■ WHAT TO PRODUCE ■
Please find all lines containing "support" in the listing below and copy them.

■ RECORDS ■
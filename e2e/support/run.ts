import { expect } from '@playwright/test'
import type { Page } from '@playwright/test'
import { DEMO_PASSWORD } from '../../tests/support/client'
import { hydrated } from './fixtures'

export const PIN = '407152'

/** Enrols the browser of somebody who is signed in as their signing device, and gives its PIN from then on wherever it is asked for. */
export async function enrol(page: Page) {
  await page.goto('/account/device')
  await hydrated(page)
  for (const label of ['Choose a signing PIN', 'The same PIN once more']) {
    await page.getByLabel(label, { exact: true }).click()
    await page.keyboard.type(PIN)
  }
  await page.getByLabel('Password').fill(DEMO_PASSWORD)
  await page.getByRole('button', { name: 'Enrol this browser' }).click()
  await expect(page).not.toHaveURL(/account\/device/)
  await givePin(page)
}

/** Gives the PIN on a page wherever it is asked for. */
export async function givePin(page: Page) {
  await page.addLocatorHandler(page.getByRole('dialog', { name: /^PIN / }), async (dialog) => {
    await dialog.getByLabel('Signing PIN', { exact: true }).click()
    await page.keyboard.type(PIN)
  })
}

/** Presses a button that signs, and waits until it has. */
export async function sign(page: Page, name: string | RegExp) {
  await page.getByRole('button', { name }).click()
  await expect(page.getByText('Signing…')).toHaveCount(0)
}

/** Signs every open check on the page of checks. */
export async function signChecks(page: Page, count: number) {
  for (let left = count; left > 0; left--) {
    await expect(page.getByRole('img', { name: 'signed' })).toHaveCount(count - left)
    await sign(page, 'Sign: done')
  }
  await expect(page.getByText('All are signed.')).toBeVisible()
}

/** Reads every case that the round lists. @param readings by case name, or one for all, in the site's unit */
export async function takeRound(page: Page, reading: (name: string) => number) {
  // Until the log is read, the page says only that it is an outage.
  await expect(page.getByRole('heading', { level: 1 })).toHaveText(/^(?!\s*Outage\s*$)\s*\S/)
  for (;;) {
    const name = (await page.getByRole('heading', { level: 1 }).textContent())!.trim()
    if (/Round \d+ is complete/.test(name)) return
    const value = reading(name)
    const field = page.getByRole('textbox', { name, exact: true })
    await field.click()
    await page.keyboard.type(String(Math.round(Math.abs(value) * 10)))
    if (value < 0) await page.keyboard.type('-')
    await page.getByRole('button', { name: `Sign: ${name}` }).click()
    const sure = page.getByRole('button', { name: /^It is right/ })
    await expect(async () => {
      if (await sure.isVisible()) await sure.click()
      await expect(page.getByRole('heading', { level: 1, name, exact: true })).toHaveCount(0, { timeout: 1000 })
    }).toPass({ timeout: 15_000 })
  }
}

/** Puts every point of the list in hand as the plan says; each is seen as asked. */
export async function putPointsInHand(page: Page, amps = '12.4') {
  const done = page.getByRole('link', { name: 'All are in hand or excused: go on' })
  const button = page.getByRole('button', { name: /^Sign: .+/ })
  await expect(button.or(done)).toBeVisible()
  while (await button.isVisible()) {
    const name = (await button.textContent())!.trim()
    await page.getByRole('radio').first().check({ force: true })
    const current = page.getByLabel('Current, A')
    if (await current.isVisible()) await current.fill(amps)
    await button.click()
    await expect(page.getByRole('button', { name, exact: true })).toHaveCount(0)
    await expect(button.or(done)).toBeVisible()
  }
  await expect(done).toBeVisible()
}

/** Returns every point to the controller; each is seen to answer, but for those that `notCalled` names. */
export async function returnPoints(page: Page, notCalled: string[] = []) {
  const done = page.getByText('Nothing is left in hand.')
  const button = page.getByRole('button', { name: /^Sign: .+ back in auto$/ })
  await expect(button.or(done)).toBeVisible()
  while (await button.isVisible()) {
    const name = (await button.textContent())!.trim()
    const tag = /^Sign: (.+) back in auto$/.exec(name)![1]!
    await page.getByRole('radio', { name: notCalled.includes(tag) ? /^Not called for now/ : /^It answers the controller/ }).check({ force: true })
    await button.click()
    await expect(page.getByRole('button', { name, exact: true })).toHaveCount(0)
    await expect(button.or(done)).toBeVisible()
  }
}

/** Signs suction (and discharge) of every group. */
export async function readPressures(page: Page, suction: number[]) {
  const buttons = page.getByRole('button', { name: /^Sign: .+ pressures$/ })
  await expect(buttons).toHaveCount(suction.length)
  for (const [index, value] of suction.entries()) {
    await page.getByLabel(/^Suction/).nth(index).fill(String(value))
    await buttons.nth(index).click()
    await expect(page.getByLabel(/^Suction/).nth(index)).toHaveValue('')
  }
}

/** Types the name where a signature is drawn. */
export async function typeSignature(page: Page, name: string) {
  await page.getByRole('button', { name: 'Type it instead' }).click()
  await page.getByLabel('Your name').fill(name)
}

■ SOLUTION TO THE PROBLEM ■
filename e2e/support/run.ts
import { DEMO_PASSWORD } from '../../tests/support/client'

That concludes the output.